__Task__: Report, as a single number, how many lines of the records contain the word "toggle".

===

import { useState } from 'react';
import { z } from 'zod';
import { readStored, storeKey, writeStored } from './local-store';

const hiddenSchema = z.array(z.string());

/** Which columns of a table this person does not want to see on this desk. */
export function useHiddenColumns(table: string, userId: string, deskId: string) {
  const key = storeKey(`hidden-columns.${table}`, userId, deskId);
  const [hidden, setHidden] = useState<readonly string[]>(
    () => readStored(key, hiddenSchema) ?? [],
  );
  const toggle = (id: string) => {
    const next = hidden.includes(id) ? hidden.filter((other) => other !== id) : [...hidden, id];
    writeStored(key, next);
    setHidden(next);
  };
  return { hidden, toggle };
}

===

__Answer to this exercise__: 2